MATERIAL SHOWN:
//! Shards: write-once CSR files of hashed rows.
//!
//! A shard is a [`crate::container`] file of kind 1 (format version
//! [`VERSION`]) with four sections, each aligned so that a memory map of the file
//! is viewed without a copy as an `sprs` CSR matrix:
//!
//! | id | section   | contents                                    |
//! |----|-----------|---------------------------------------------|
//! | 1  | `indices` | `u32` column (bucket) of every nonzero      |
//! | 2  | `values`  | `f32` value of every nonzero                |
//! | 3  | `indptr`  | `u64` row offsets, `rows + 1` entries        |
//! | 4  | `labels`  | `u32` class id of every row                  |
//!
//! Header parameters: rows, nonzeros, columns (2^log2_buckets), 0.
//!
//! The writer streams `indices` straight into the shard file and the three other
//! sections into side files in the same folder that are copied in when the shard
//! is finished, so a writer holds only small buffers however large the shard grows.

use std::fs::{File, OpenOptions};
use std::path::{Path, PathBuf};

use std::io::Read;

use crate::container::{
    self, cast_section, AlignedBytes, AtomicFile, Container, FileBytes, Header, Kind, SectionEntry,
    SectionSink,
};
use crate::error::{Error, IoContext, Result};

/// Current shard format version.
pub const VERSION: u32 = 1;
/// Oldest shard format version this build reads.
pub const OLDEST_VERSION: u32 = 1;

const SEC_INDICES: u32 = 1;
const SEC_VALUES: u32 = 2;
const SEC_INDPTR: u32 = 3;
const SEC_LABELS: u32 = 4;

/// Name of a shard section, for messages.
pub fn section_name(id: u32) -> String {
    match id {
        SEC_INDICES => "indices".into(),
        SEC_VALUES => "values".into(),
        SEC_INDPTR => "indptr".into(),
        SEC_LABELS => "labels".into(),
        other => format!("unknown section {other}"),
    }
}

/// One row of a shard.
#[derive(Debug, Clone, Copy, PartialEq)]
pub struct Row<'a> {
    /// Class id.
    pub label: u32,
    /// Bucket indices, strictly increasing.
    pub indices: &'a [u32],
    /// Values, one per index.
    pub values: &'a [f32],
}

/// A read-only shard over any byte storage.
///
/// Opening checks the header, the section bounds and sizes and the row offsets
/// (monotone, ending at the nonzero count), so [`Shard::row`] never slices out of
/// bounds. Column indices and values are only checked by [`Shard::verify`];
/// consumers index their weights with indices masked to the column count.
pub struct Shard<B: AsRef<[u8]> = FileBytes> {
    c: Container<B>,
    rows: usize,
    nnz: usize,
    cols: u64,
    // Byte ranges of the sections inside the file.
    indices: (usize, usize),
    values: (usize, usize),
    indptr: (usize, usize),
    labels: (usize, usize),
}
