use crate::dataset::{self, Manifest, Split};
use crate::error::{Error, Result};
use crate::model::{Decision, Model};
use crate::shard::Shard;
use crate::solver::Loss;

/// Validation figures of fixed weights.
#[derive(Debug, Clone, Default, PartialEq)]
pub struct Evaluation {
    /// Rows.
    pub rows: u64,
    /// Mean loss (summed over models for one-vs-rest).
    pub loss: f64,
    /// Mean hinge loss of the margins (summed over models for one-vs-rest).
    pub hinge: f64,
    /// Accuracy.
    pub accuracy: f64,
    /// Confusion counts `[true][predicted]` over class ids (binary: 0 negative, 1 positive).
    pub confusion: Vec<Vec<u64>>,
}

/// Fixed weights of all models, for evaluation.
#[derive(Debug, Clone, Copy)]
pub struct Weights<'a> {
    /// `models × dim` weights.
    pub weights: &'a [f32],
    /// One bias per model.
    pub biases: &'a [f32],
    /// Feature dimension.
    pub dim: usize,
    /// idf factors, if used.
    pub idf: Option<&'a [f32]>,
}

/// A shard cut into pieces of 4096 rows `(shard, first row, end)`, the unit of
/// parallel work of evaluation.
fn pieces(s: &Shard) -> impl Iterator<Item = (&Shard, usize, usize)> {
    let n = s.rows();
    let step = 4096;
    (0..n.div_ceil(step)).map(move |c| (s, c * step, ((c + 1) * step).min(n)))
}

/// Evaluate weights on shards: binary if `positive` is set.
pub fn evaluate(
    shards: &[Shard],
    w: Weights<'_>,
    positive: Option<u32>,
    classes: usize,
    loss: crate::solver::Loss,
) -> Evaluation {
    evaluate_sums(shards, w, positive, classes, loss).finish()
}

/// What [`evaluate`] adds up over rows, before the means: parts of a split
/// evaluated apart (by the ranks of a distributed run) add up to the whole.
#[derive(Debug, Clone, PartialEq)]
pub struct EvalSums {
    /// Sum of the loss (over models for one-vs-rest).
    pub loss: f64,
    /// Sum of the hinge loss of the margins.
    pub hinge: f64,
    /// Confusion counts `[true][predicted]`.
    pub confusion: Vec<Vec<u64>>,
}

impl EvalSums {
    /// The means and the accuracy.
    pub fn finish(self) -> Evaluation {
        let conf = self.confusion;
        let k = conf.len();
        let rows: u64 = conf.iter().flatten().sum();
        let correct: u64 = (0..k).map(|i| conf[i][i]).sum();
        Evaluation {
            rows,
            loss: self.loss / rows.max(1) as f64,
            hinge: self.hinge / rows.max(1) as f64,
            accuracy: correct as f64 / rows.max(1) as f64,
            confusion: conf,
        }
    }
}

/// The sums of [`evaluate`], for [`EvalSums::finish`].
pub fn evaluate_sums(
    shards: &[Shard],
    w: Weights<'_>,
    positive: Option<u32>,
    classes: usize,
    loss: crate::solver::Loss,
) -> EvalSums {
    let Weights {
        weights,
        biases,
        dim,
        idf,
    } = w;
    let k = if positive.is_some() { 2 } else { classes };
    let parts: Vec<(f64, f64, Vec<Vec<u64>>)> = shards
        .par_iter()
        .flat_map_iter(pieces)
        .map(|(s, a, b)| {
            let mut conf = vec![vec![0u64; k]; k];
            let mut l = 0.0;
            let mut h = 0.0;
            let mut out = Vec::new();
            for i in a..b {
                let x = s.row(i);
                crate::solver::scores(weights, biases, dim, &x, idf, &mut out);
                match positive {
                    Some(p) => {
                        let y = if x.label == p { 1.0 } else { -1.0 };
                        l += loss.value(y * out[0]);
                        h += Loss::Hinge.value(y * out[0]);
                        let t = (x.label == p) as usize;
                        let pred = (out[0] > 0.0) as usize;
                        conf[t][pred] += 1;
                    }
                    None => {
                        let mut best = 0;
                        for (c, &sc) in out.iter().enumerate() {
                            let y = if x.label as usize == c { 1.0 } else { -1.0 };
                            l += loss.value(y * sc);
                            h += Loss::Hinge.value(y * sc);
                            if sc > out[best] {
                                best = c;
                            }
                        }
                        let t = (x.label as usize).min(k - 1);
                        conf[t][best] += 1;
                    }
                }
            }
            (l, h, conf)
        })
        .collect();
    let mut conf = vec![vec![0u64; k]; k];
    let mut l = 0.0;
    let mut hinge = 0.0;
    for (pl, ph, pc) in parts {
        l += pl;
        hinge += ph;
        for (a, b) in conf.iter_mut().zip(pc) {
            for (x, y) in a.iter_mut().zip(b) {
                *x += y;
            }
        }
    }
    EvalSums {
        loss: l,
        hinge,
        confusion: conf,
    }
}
---
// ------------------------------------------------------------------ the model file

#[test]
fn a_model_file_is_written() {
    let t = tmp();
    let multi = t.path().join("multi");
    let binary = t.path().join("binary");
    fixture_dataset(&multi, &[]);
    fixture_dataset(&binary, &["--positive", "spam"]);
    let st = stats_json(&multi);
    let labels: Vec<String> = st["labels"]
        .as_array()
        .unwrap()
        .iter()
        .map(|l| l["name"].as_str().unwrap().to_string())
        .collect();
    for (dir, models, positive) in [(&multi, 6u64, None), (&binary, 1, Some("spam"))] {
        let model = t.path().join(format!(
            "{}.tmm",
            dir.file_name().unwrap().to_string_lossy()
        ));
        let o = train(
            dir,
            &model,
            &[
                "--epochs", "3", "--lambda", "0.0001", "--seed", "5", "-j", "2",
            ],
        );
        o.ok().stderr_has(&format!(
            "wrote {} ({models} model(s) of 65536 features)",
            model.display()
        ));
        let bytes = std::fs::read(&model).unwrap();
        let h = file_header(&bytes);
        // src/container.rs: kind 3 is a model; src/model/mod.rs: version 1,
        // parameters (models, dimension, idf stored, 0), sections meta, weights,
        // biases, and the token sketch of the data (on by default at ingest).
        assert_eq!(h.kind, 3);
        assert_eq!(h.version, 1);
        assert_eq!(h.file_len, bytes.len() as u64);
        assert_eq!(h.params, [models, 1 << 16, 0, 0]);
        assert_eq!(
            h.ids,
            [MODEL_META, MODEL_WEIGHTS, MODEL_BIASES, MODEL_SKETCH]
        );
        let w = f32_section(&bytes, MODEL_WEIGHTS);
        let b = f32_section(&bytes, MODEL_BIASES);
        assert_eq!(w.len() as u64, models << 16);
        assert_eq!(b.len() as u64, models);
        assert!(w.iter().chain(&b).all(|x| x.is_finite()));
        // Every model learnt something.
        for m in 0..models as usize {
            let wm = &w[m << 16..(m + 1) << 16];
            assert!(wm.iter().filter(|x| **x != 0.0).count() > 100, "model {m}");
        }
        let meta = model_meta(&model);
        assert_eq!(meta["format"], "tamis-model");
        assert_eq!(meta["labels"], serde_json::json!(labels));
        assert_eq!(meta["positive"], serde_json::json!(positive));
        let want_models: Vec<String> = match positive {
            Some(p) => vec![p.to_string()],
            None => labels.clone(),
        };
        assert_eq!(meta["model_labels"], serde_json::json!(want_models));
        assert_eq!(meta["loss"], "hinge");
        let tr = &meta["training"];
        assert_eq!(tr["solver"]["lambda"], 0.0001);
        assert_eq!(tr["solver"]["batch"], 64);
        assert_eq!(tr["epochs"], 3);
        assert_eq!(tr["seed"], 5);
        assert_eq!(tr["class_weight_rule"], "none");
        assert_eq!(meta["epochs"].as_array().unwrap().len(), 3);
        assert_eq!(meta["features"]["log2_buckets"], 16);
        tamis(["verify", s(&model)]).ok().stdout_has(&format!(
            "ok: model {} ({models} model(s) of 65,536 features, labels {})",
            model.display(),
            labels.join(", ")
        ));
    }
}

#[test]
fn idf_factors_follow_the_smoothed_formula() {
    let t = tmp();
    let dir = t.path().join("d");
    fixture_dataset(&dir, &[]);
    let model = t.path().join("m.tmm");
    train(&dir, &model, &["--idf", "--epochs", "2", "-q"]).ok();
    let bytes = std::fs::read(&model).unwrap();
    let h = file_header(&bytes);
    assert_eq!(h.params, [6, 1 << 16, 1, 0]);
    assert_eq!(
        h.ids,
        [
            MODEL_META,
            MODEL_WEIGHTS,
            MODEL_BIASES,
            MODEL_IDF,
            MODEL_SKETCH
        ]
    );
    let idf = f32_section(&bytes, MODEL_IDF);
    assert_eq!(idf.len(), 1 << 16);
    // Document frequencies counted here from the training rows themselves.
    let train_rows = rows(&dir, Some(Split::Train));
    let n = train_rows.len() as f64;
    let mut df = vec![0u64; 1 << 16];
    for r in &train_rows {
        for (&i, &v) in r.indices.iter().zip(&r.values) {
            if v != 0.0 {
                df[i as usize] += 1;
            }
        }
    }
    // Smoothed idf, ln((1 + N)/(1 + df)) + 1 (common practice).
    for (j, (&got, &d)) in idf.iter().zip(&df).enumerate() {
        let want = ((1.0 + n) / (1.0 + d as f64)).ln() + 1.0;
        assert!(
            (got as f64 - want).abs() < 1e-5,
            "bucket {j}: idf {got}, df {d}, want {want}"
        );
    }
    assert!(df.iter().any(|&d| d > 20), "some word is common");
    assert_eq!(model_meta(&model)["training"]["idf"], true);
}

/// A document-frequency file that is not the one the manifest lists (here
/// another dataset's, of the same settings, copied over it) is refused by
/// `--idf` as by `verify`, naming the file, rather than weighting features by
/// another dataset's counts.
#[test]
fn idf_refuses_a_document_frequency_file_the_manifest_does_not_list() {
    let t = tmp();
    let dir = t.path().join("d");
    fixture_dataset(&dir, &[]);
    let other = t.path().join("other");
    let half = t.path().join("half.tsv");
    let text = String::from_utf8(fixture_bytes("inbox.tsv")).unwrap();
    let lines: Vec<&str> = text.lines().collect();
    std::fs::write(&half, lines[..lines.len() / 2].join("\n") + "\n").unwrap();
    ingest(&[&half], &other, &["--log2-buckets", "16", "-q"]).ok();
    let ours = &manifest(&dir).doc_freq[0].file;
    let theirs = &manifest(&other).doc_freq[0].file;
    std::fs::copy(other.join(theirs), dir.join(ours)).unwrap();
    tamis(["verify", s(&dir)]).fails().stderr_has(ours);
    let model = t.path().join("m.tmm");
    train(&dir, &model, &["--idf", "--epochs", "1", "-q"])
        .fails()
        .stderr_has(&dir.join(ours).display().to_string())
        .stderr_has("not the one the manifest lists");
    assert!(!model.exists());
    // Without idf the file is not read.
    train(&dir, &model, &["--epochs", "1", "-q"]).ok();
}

WORK INSTRUCTION:
The answer is each line from the entries above in which the word "fails" occurs.

ANSWER TO THE EXERCISE:
    tamis(["verify", s(&dir)]).fails().stderr_has(ours);
        .fails()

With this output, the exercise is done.